Federal Overtime Formula Falls Flat — California Supreme Court Adopts DLSE Interpretation for Flat Rate Bonuses

In a break from federal law, the California Supreme Court clarified in Alvarado v. Dart Container Corp. the proper formula for calculating flat-rate bonuses into overtime pay under California law.  The Court adopted the Plaintiff’s position and held that, for purposes of calculating the per-hour value of a flat rate bonus, the divisor should be the number of nonovertime hours the employee worked in the pay period rather than all hours worked during the pay period. 

For example, imagine an employee who works 48 hours during a workweek: 40 nonovertime hours and 8 overtime hours.    That same employee earns a flat bonus of $100 for every weekend shift he takes regardless of the number of hours worked during the week.  For purposes of calculating the employee’s overtime pay due to the flat rate bonus, the Court clarified that the regular rate calculation for that bonus requires the employer to divide the flat bonus amount by  the number of nonovertime hours worked (however many nonovertime hours that may be, up to a maximum of 40, as in this hypothetical).  The resulting number is multiplied by 1.5 to find the hourly overtime rate due to bonus pay, which is then multiplied by the total number of overtime hours worked in the calculation period to determine the overtime amount owed based on the flat rate bonus.  This method results in a higher regular rate for purposes of calculating overtime based on the bonus than the normal regular rate that is used to calculate overtime based on hourly wages, commissions, piece rates or production bonuses.

Under federal law, in contrast, the total remuneration (hourly wages plus bonus) would be divided by 48 hours, i.e. the total hours worked. The Defendant argued that its practice in using the total hours worked to calculate the regular rate was valid because it followed federal law. The trial court and court of appeal in this case had held that the Defendant’s method was lawful, noting that the overtime calculation guidelines in the California Division of Labor Standards Enforcement (DLSE) Manual (which the Plaintiff here was advocating as the correct calculation) did not have the force of law.
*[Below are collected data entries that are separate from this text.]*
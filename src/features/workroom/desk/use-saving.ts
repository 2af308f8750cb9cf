import { useEffect, useRef, useState } from 'react';
import type { Choices } from '@/features/projects/merge';
import type { OpenProject, ProjectState } from '@/features/projects/project';
import { differenceWords } from '@/features/projects/project-stage';
import { createAutosave, type Autosave, type SaveState } from '../saving/autosave';
import { openCopyKeeper, type CopyKeeper } from '../saving/local-copy';
import { meet, settled, type Meeting } from '../saving/meeting';
import { sameState } from '../saving/same-state';
import type { DeskStore } from './desk-store';
import { call, fetchIfNewer, fetchProject, sendMerged, sendState } from './project-api';

export interface Notice {
  readonly words: string;
  readonly link?: { readonly href: string; readonly words: string };
}
export interface Saving {
  readonly state: SaveState;
  /** What was brought back from this machine, or what came from elsewhere; null when there is nothing to say. */
  readonly notice: Notice | null;
  /** Parts that were changed here and elsewhere, to choose between; null when there are none. */
  readonly meeting: Meeting | null;
  say(notice: Notice): void;
  dismiss(): void;
  flush(): Promise<SaveState>;
  /** Goes on with these choices; both versions stay among the revisions. */
  settle(choices: Choices): Promise<void>;
}

/** How often the desk looks whether somebody else saved, while it is seen. */
const LOOK_EVERY = 15_000;
const MEET_AGAIN = 4_000;

/**
 * Saves the desk while it is open: after a pause, when a field is left, when the page is hidden or closed. What another tab or
 * person saved is put together with what is here; only where both changed the same part does it ask.
 */
export function useSaving(store: DeskStore, project: OpenProject): Saving {
  const start = { revision: project.revision, savedAt: project.updatedAt };
  const [state, setState] = useState<SaveState>({ status: { kind: 'saved' }, ...start });
  const [notice, setNotice] = useState<Notice | null>(null);
  const [meeting, setMeeting] = useState<Meeting | null>(null);
  const autosave = useRef<Autosave<ProjectState> | null>(null);
  /** Tells the other tabs of this browser that there is a newer revision. */
  const tellTabs = useRef<() => void>(() => undefined);
  /** What the server has, as far as this tab knows: what changes here are measured against. */
  const base = useRef<ProjectState | null>(project.state);
  /** While a state is put in place that is stored already, nothing is to be saved. */
  const quiet = useRef(false);

  const takeOver = (merged: ProjectState, other: Meeting['other']) => {
    quiet.current = true;
    store.takeMerged(merged);
    quiet.current = false;
    base.current = other.state;
    setMeeting(null);
    autosave.current?.goOn(other);
    if (!sameState(merged, other.state)) autosave.current?.changed(merged);
  };

  /** Puts a newer version together with what is here, or begins to ask. */
  const receive = ({ state: otherState, revision, updatedAt }: OpenProject) => {
    const saver = autosave.current;
    if (saver === null) return;
    const other = { state: otherState, revision, updatedAt };
    const met = meet(base.current, store.$state.get(), other);
    if ('meeting' in met) {
      setMeeting(met.meeting);
      return saver.conflict(other);
    }
    const words = base.current === null ? '' : differenceWords(base.current, otherState);
    takeOver(met.merged, other);
    if (words !== '')
      setNotice({
        words: `Changes from another place came in with revision ${revision}: ${words} from before. Yours stay.`,
        link: { href: `/workroom/${project.id}/revisions`, words: 'See the revisions' },
      });
  };

  useEffect(() => {
    let keeper: CopyKeeper | null = null;
    let gone = false;
    const saver = createAutosave<ProjectState>({
      send: async (value, revision, options) => {
        const answer = await sendState(project.id, value, revision, options);
        if (answer.kind === 'saved') {
          base.current = value;
          tellTabs.current();
        }
        return answer;
      },
      keepCopy: (value, revision) => keeper?.keep({ state: value, revision, base: base.current }),
      dropCopy: () => keeper?.drop(),
      onState(now) {
        setState(now);
        if (now.status.kind === 'conflict') void meetOther();
      },
      now: Date.now,
      start,
    });
    autosave.current = saver;
    const channel = 'BroadcastChannel' in window ? new BroadcastChannel(`foldwright.desk.${project.id}`) : null;
    tellTabs.current = () => channel?.postMessage('saved');

    let meeting = false;
    /** Asks for the version that came between until it is there. */
    const meetOther = async () => {
      if (meeting) return;
      meeting = true;
      const other = await fetchProject(project.id);
      meeting = false;
      if (gone || saver.state().status.kind !== 'conflict') return;
      if (other.ok) receive(other.value);
      else setTimeout(() => void meetOther(), MEET_AGAIN);
    };
    const look = async () => {
      if (document.visibilityState === 'hidden' || saver.state().status.kind !== 'saved') return;
      const newer = await fetchIfNewer(project.id, saver.state().revision);
      if (gone || newer === null || saver.state().status.kind === 'conflict') return;
      if (newer.revision > saver.state().revision && saver.state().status.kind !== 'saving') receive(newer);
    };

    const unlisten = store.$state.listen((value) => {
      if (!quiet.current) saver.changed(value);
    });
    void openCopyKeeper(project.id).then(async (opened) => {
      if (gone) return opened.close();
      keeper = opened;
      const [copy, ...older] = await opened.orphans();
      // Typed before there was anything to keep copies in.
      if (saver.state().status.kind !== 'saved') saver.changed(store.$state.get());
      for (const other of older) if (await keepAsDraft(project.id, other.state, store.$state.get())) other.forget();
      if (copy === undefined || gone) return;
      copy.forget();
      if (sameState(copy.state, store.$state.get())) return;
      if (copy.revision === project.revision) {
        setNotice({ words: 'What was typed here and not yet saved has been brought back.' });
        store.replace(copy.state);
        return;
      }
      // Before the state is put in place: nothing may be sent over a revision that it was not made from.
      base.current = copy.base;
      quiet.current = true;
      store.replace(copy.state);
      quiet.current = false;
      opened.keep(copy);
      saver.conflict({ revision: project.revision, updatedAt: project.updatedAt }, copy.revision);
    });

    const leave = () => void saver.flush({ leaving: true });
    const seen = () => {
      if (document.visibilityState === 'hidden') leave();
      else void look();
    };
    const blurred = () => void saver.flush();
    const looking = setInterval(() => void look(), LOOK_EVERY);
    channel?.addEventListener('message', () => void look());
    window.addEventListener('pagehide', leave);
    document.addEventListener('visibilitychange', seen);
    document.addEventListener('focusout', blurred);
    window.addEventListener('online', blurred);
    return () => {
      gone = true;
      unlisten();
      saver.stop();
      keeper?.close();
      tellTabs.current = () => undefined;
      channel?.close();
      clearInterval(looking);
      window.removeEventListener('pagehide', leave);
      document.removeEventListener('visibilitychange', seen);
      document.removeEventListener('focusout', blurred);
      window.removeEventListener('online', blurred);
    };
    // The desk is opened anew for another project.
    // eslint-disable-next-line react-hooks/exhaustive-deps
  }, [store, project.id]);

  return {
    state,
    notice,
    meeting,
    say: setNotice,
    dismiss: () => setNotice(null),
    async flush() {
      const saver = autosave.current;
      if (saver === null) return state;
      await saver.flush();
      return saver.state();
    },
    async settle(choices) {
      if (meeting === null) return;
      const mine = store.$state.get();
      const outcome = settled(meeting, mine, choices);
      if ('clashes' in outcome) return setMeeting({ ...meeting, clashes: outcome.clashes });
      const { merged, gaveWay } = outcome;
      const answer = await sendMerged(project.id, meeting.other.revision, {
        state: merged,
        ...(gaveWay ? { setAside: mine } : {}),
      });
      if (answer.kind === 'changed') {
        const newer = await fetchProject(project.id);
        return newer.ok ? receive(newer.value) : setNotice({ words: newer.refusal.sentence });
      }
      if (answer.kind !== 'saved') return setNotice({ words: answer.sentence });
      tellTabs.current();
      // What was typed while it was sent is a change to what came out.
      const later = store.$state.get();
      const now = sameState(later, mine) ? { merged } : meet(mine, later, { ...answer, state: merged });
      takeOver('merged' in now ? now.merged : later, { ...answer, state: merged });
      setNotice({
        words: `Put together as revision ${answer.revision}. Both versions are among the revisions as they were.`,
        link: { href: `/workroom/${project.id}/revisions`, words: 'See the revisions' },
      });
    },
  };
}

/** Stores a state as a draft of its own, unless it says nothing that is not there already. False: it could not be stored. */
async function keepAsDraft(projectId: string, state: ProjectState, now: ProjectState): Promise<boolean> {
  if (sameState(state, now)) return true;
  return (await call(`/api/projects/${projectId}/duplicate`, { method: 'POST', body: { state } })).ok;
}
Although the Supreme Court agreed that the applicable provision in the DLSE Manual is a void underground regulation, the Court nevertheless found the Manual persuasive and agreed with the Manual’s explanation of how to calculate overtime based on a flat rate bonus. The Court acknowledged that there was no binding precedent that addressed this precise issue, but in ruling against the federal method, the Court stressed California’s state policy found in Labor Code section 510, which favors an eight-hour workday and 40-hour workweek and discourages employers from imposing work in excess of those limits.

Notably, the DLSE Manual also states in other sections that commissions, piece rates and production bonuses factor into overtime calculations in the same way as under the FLSA.  The Court referenced this is passing, and the Alvarado holding here should not impact how overtime is calculated in relation to commissions, piece rates and production bonuses.

California employers who currently follow the federal formula in relation to flat rate bonuses must now review their policies to ensure compliance with the Alvarado decision.  The Defendant here argued that the Court’s decision should not be given retroactive effect, but the Court rather stingingly rejected this argument.  Accordingly, it is likely that the plaintiff’s bar will be looking for employers who have used flat rate bonuses and file class actions against them.